Describe the bug
cuDF DataFrame treats first element of each tuple as column name, second element of each tuple as column, while pandas treats each tuple as row, when initializing from list of tuples.
cudf DataFrame behaviour is similar to pandas.DataFrame.from_items API which is deprecated.
Steps/Code to reproduce bug
In [1]: import cudf
In [2]: df = cudf.DataFrame([('a', list(range(20))), ('b', list(range(20))), ('c', list(range(20)))])
In [3]: df
Out[3]: <cudf.DataFrame ncols=3 nrows=20 >
In [4]: print(df)
a b c
0 0 0 0
1 1 1 1
2 2 2 2
3 3 3 3
4 4 4 4
5 5 5 5
6 6 6 6
7 7 7 7
8 8 8 8
9 9 9 9
[10 more rows]
In [5]: import pandas as pd
In [6]: pdf = pd.DataFrame([('a', list(range(20))), ('b', list(range(20))), ('c', list(range(20)))])
In [7]: print(pdf)
0 1
0 a [0, 1, 2, 3, 4, 5, 6, 7, 8, 9, 10, 11, 12, 13,...
1 b [0, 1, 2, 3, 4, 5, 6, 7, 8, 9, 10, 11, 12, 13,...
2 c [0, 1, 2, 3, 4, 5, 6, 7, 8, 9, 10, 11, 12, 13,...
In [8]: pd.DataFrame.from_items([('a', list(range(20))), ('b', list(range(20))), ('c', list(range(20)))])
/home/nfs/knataraj/miniconda3/envs/cudf_dev/bin/ipython:1: FutureWarning: from_items is deprecated. Please use DataFrame.from_dict(dict(items), ...) instead. DataFrame.from_dict(OrderedDict(items)) may be used to preserve the key order.
#!/home/nfs/knataraj/miniconda3/envs/cudf_dev/bin/python
Out[8]:
a b c
0 0 0 0
1 1 1 1
2 2 2 2
3 3 3 3
4 4 4 4
5 5 5 5
6 6 6 6
7 7 7 7
8 8 8 8
9 9 9 9
10 10 10 10
11 11 11 11
12 12 12 12
13 13 13 13
14 14 14 14
15 15 15 15
16 16 16 16
17 17 17 17
18 18 18 18
19 19 19 19
Expected behavior
cudf DataFrame initialization should match with pandas dataframe initialization behavior.
Environment details :
Additional context
Also fix the documentation in dataframe.iloc and related tests.
There's a few ways to go about this:
Longest Dev Time + Better Performance
In terms of performance, Does libcudf have a way to transform row to columner format? If so, we could utilize that, rather than doing it at the python level.
Shorter Dev Time + "No Pandas"
We can accomplish the transformation by factoring out the relevant portions of from_pandas, and adding things like automatic column name generation.

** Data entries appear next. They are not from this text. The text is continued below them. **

def test_demand_help_shows_the_tool_defaults(capsys: Capsys) -> None:
    code, out, _ = run(capsys, "demand", "--help")
    tool = ScannerTool()
    assert code == 0
    flat = " ".join(out.split())
    for text in (f"default {tool.fields_per_wafer})", f"default {tool.stage_max_speed_m_s:g} m/s",
                 f"default {tool.mirror_reflectivity:g})", f"default {tool.mirror_reflections})",
                 f"default {tool.field_width_m * 1e3:g}mm:{tool.field_length_m * 1e3:g}mm"):
        assert text in flat, text


# ---- undulator -----------------------------------------------------------------------------

def resonance_formula(energy_ev: float, period_m: float, k: float, harmonic: int = 1) -> float:
    """λ_n = λ_u/(2nγ²)(1 + K²/2), γ = E/(m_e c²), m_e c² = 510998.95069 eV (CODATA 2022);
    X-ray Data Booklet, section 2.1. Written out here, independent of beamplan."""
    gamma = energy_ev / 510998.95069
    return period_m / (2 * harmonic * gamma**2) * (1 + k**2 / 2)


def test_undulator_wavelength_from_k_and_field(capsys: Capsys) -> None:
    doc = doc_of(capsys, "undulator", "--energy", "1GeV", "--period", "2.8cm", "--k", "2.32")
    assert (doc["format"], doc["mode"]) == ("beamplan-calc/2", "wavelength")
    result = doc["result"]
    assert result["resonant_wavelength_m"] == resonant_wavelength_m(1e9, 0.028, 2.32)
    assert round(result["resonant_wavelength_m"] * 1e9, 3) == 13.494  # documented example
    assert result["resonant_wavelength_m"] == pytest.approx(
        resonance_formula(1e9, 0.028, 2.32), rel=1e-9)
    code, out, _ = run(capsys, "undulator", "--energy", "1GeV", "--period", "2.8cm", "--k",
                       "2.32")
    assert code == 0 and "13.4938 nm" in out and "2.8cm" in out

    doc = doc_of(capsys, "undulator", "--energy", "1GeV", "--period", "2.8cm", "--field", "0.9T",
                 "--harmonic", "3")
    k = undulator_k(0.9, 0.028)
    assert doc["result"]["k"] == k and doc["result"]["peak_field_t"] == 0.9
    assert doc["result"]["resonant_wavelength_m"] == resonant_wavelength_m(1e9, 0.028, k, 3)


def test_undulator_target_round_trip(capsys: Capsys) -> None:
    doc = doc_of(capsys, "undulator", "--energy", "1GeV", "--period", "2.8cm", "--target",
                 "13.5nm")
    assert doc["mode"] == "k"
    k = doc["result"]["k"]
    assert k == k_for_wavelength(13.5e-9, 1e9, 0.028)
    assert round(k, 4) == 2.3207  # documented example of k_for_wavelength
    # Back through the resonance formula (written out in this file): 13.5 nm again.
    assert resonance_formula(1e9, 0.028, k) == pytest.approx(13.5e-9, rel=1e-9)
    assert doc["result"]["resonant_wavelength_m"] == pytest.approx(13.5e-9, rel=1e-9)
    # ... and the K fed back through the command line gives the target wavelength.
    back = doc_of(capsys, "undulator", "--energy", "1GeV", "--period", "2.8cm", "--k", repr(k))
    assert back["result"]["resonant_wavelength_m"] == pytest.approx(13.5e-9, rel=1e-9)
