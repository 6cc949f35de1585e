"""Outage sweeps: in-place edits equal rebuilt layouts; dominators agree with re-plans."""

from __future__ import annotations

from dataclasses import replace

import pytest
from hypothesis import HealthCheck, given, settings

import beamplan
from beamplan.analyses.outages import outage_cases, run_sweep
from beamplan.layout.loader import load_layout
from beamplan.network.dominators import single_points_of_failure
from beamplan.network.graph import build_network
from beamplan.optimise.live import LiveModel
from tests.conftest import layout_from_text
from tests.layoutgen import layouts

DEMOS = ["pilot-line", "two-bay", "coated-line", "overbooked"]


def _out_of_service(layout, node_id):  # type: ignore[no-untyped-def]
    """The layout rebuilt with one node's in_use set to false (the slow way)."""
    def off(group):  # type: ignore[no-untyped-def]
        return tuple(replace(x, in_use=False) if x.id == node_id else x for x in group)
    return replace(layout, sources=off(layout.sources), elements=off(layout.elements),
                   scanners=off(layout.scanners))


@pytest.mark.parametrize("name", DEMOS)
def test_in_place_outage_equals_a_rebuilt_layout(name: str) -> None:
    # Reference: the same LP built from scratch for a layout with the node out of
    # service (an independent route through the loader and the LP builder).
    layout = load_layout(f"layouts/{name}.yaml")
    live = LiveModel(build_network(layout))
    for node_id in layout.node_ids:
        with live.outage([node_id]):
            fast = live.plan("headroom")
        slow = beamplan.plan(build_network(_out_of_service(layout, node_id)))
        assert fast.headroom_factor == pytest.approx(slow.headroom_factor, rel=1e-6, abs=1e-9)
        for a, b in zip(fast.scanners, slow.scanners, strict=True):
            assert a.delivered_w == pytest.approx(b.delivered_w, rel=1e-6, abs=1e-6), node_id
    base = live.plan("headroom")  # everything restored afterwards
    assert base.headroom_factor == pytest.approx(beamplan.plan(layout).headroom_factor,
                                                 rel=1e-9)


def _switched(layout, positions):  # type: ignore[no-untyped-def]
    """The layout rebuilt with switches set to other inputs (the slow way)."""
    return replace(layout, elements=tuple(
        replace(e, select=positions[e.id]) if e.id in positions else e
        for e in layout.elements))


def _same_plan(fast, slow, label):  # type: ignore[no-untyped-def]
    assert fast.headroom_factor == pytest.approx(slow.headroom_factor, rel=1e-6, abs=1e-9)
    for a, b in zip(fast.scanners, slow.scanners, strict=True):
        assert a.delivered_w == pytest.approx(b.delivered_w, rel=1e-6, abs=1e-6), label
    for a, b in zip(fast.sources, slow.sources, strict=True):
        assert a.output_w == pytest.approx(b.output_w, rel=1e-6, abs=1e-6), label


@pytest.mark.parametrize("name", ["two-bay", "seven-switches"])
def test_in_place_switching_equals_a_rebuilt_layout(name: str) -> None:
    # Reference: the layout rebuilt with 'select' changed (and the node out of
    # service), through the loader and the LP builder; every outage, every
    # other position of each switch.
    layout = (load_layout(f"layouts/{name}.yaml") if name == "two-bay"
              else layout_from_text(SEVEN_SWITCHES))
    live = LiveModel(build_network(layout))
    assert live.switches
    every = [None, *layout.node_ids] if name == "two-bay" else [None, "main", "ms", "sw3"]
    for node_id in every:
        failed = [node_id] if node_id else []
        for switch, inputs in live.switches.items():
            for choice in inputs[1:]:
                with live.outage(failed), live.switched({switch: choice}):
                    fast = live.plan("headroom")
                slow_layout = _switched(layout, {switch: choice})
                if node_id:
                    slow_layout = _out_of_service(slow_layout, node_id)
                slow = beamplan.plan(build_network(slow_layout))
                _same_plan(fast, slow, (node_id, switch, choice))
    _same_plan(live.plan("headroom"), beamplan.plan(layout), "restored")


def test_an_element_on_the_only_path_cuts_the_scanner_off() -> None:
    # pilot-line: m3 is on litho-p2's only path (hand reading of the layout).
    net = build_network(load_layout("layouts/pilot-line.yaml"))
    report = run_sweep(net, [("m3",)])
    [result] = report.results
    assert result.cut_off == ("litho-p2",)
    assert dict((s, w) for s, _, w in result.losing)["litho-p2"] == 0.0
    assert report.single_points["m3"] == ("litho-p2",)


@pytest.mark.parametrize("name", DEMOS)
def test_single_points_of_failure_agree_with_the_replans(name: str) -> None:
    # Both views: dominators with the switches where they are against the
    # re-plans at failure, and dominators with any switch position against the
    # re-plans after corrective switching.
    net = build_network(load_layout(f"layouts/{name}.yaml"))
    report = run_sweep(net, outage_cases(net))
    assert report.disagreements == ()
    assert report.finished == report.total_cases == len(net.nodes)
    for r in report.results:
        assert set(r.cut_off) == set(report.single_points.get(r.failed[0], ())), r.label
        assert set(r.at_failure.cut_off) == set(
            report.single_points_at_failure.get(r.failed[0], ())), r.label


def test_the_standby_source_takes_over_after_switching() -> None:
    # two-bay (hand reading of the layout): fel-main, its folds and its tunnel
    # are single points of failure only while sw-source stays on src-tunnel;
    # after switching to sb-drift, fel-standby (4 kW) serves all twelve
    # scanners, short (5.06 kW of need) but none cut off. The switch itself and
    # everything after it stay single points of failure.
    net = build_network(load_layout("layouts/two-bay.yaml"))
    report = run_sweep(net, outage_cases(net))
    assert report.switch_search == "exhaustive"
    main_line = {"fel-main", "src-fold-1", "src-fold-2", "src-tunnel"}
    assert main_line <= set(report.single_points_at_failure)
    assert not main_line & set(report.single_points)
    assert len(report.single_points["sw-source"]) == 12
    by_label = {r.label: r for r in report.results}
    for node_id in main_line:
        r = by_label[node_id]
        assert [m.label for m in r.moves] == ["sw-source: src-tunnel -> sb-drift"]
        assert len(r.at_failure.cut_off) == 12 and r.cut_off == ()
        assert r.source_used_w == pytest.approx(4000.0, rel=1e-6)  # the standby, fully drawn
    assert by_label["an-fold"].moves == () and by_label["an-fold"].tried == 1
    # No switch can help a failure in a bay: the search tries the one other
    # position and keeps the switch where it is.
    assert by_label["sw-source"].tried == 0  # a failed switch is not moved


SEVEN_SWITCHES = """\
layout: seven-switches
format: 1
wavelength: 13.5 nm
sources:
  main: {power: 7 kW}
  spare: {power: 7 kW}
elements:
  ms: {kind: splitter, outputs: {o1: {}, o2: {}, o3: {}, o4: {}, o5: {}, o6: {}, o7: {}}}
  ss: {kind: splitter, outputs: {o1: {}, o2: {}, o3: {}, o4: {}, o5: {}, o6: {}, o7: {}}}
""" + "".join(f"  sw{i}: {{kind: switch, select: ms}}\n" for i in range(1, 8)) + """\
scanners:
""" + "".join(f"  s{i}: {{power: 500 W}}\n" for i in range(1, 8)) + """\
beamlines:
  - main -> ms
  - spare -> ss
""" + "".join(f"  - ms.o{i} -> sw{i} -> s{i}\n  - ss.o{i} -> sw{i}\n" for i in range(1, 8))


def test_many_switches_are_searched_greedily() -> None:
    # Seven two-way switches: 2**7 = 128 combinations, above the 64 tried in
    # full, so the search is greedy. Losing 'main' (hand reasoning): every
    # switch must move to the spare line, one at a time, and then every
    # scanner is served again; a splitter of the main line only needs the
    # spare for all seven as well.
    net = build_network(layout_from_text(SEVEN_SWITCHES))
    report = run_sweep(net, outage_cases(net, ids=["main", "ms", "sw3", "s2"]))
    assert report.switch_search == "greedy"
    assert report.disagreements == ()
    by_label = {r.label: r for r in report.results}
    for node_id in ("main", "ms"):
        r = by_label[node_id]
        assert len(r.at_failure.cut_off) == 7 and r.cut_off == () and r.status == "met"
        assert sorted(m.label for m in r.moves) == [f"sw{i}: ms -> ss" for i in range(1, 8)]
    # Losing sw3 cuts s3 off; the other six share 'main' (7 kW / 6 each, factor
    # 2.33). Greedy moves one switch at a time while the lowest factor rises:
    # 1 on the spare (min 7/5 kW), 2 (7/4 kW), 3 of the six (7/3 kW each, factor
    # 4.67); a fourth would leave two on main at 3.5 kW but four on the spare at
    # 1.75 kW, so it stops (hand calculation).
    r = by_label["sw3"]
    assert r.cut_off == ("s3",) and len(r.moves) == 3
    assert r.at_failure.headroom_factor == 0.0 and r.headroom_factor == 0.0  # s3 cut off
    assert r.at_failure.served_factor == pytest.approx(7000 / 6 / 500, rel=1e-6)
    assert r.after.served_factor == pytest.approx(7000 / 3 / 500, rel=1e-6)
    assert by_label["s2"].moves == () and by_label["s2"].tried == 0  # nobody worse off
    assert "main" not in report.single_points and "main" in report.single_points_at_failure


@settings(max_examples=25, deadline=None, derandomize=True, database=None,
          suppress_health_check=[HealthCheck.too_slow])
@given(layouts(max_scanners=8))
def test_single_points_of_failure_agree_on_random_layouts(text: str) -> None:
    # Independent check: dominators (graph theory) against LP re-plans.
    net = build_network(layout_from_text(text))
    report = run_sweep(net, outage_cases(net))
    assert report.disagreements == (), report.disagreements


def test_pairs_and_filters() -> None:
    net = build_network(load_layout("layouts/pilot-line.yaml"))
    assert outage_cases(net, kinds=["mirror"]) == [("m1",), ("m2",), ("m3",)]
    pairs = outage_cases(net, ids=["m1", "m2", "m3"], pairs=True)
    assert pairs == [("m1", "m2"), ("m1", "m3"), ("m2", "m3")]  # 3 choose 2
    with pytest.raises(ValueError, match="exceed the bound"):
        outage_cases(net, pairs=True, max_pairs=10)  # 11 choose 2 = 55 pairs
    with pytest.raises(ValueError, match="did you mean 'm1'"):
        outage_cases(net, ids=["m11"])


def test_sweep_runs_on_a_process_pool_and_agrees_with_in_process() -> None:
    from concurrent.futures import ProcessPoolExecutor

    net = build_network(load_layout("layouts/two-bay.yaml"))
    cases = outage_cases(net)
    here = run_sweep(net, cases, chunk_size=10)
    with ProcessPoolExecutor(2) as pool:
        there = run_sweep(net, cases, executor=pool, chunk_size=10)
    assert [r.label for r in here.results] == [r.label for r in there.results]
    for a, b in zip(here.results, there.results, strict=True):
        assert a.headroom_factor == pytest.approx(b.headroom_factor, rel=1e-9, abs=1e-12)


def test_dominators_include_the_source() -> None:
    spof = single_points_of_failure(build_network(load_layout("layouts/pilot-line.yaml")))
    assert set(spof["halo-fel"]) == {"litho-p1", "litho-p2", "litho-p3"}


@pytest.mark.parametrize("name", DEMOS)
def test_screening_gives_the_exact_lowest_factor_and_shortfalls(name: str) -> None:
    # Reference: the full progressive filling (goal headroom) on the same cases.
    net = build_network(load_layout(f"layouts/{name}.yaml"))
    cases = outage_cases(net)
    fast = {r.label: r for r in run_sweep(net, cases).results}
    exact = {r.label: r for r in run_sweep(net, cases, exact=True).results}
    assert fast.keys() == exact.keys()
    for label, r in exact.items():
        f = fast[label]
        assert f.headroom_factor == pytest.approx(r.headroom_factor, rel=1e-6, abs=1e-9), label
        assert dict(f.short).keys() == dict(r.short).keys(), label
        for sid, short in r.short:
            assert dict(f.short)[sid] == pytest.approx(short, rel=1e-6, abs=1e-6), label
        assert f.cut_off == r.cut_off, label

Shortest Dev Time + 100% Compatibility
In terms of error handling, we have no guarantee that each tuple will contain the same data type for each position, nor the size of tuple, for that matter. It's possible to leverage Pandas to convert rows to a DataFrame, then use from_pandas - this way we could be sure the incoming data is formatted correctly.
I'd go with the shortest dev time, assuming we just want matching functionality and don't care about "code purity" or performance. That brings up an interesting question about the current implementation of __init__: Would it be reasonable to replace it entirely with a Pandas DataFrame constructor followed by from_pandas... ?
@harrism does libcudf happen to have rows => table conversion already?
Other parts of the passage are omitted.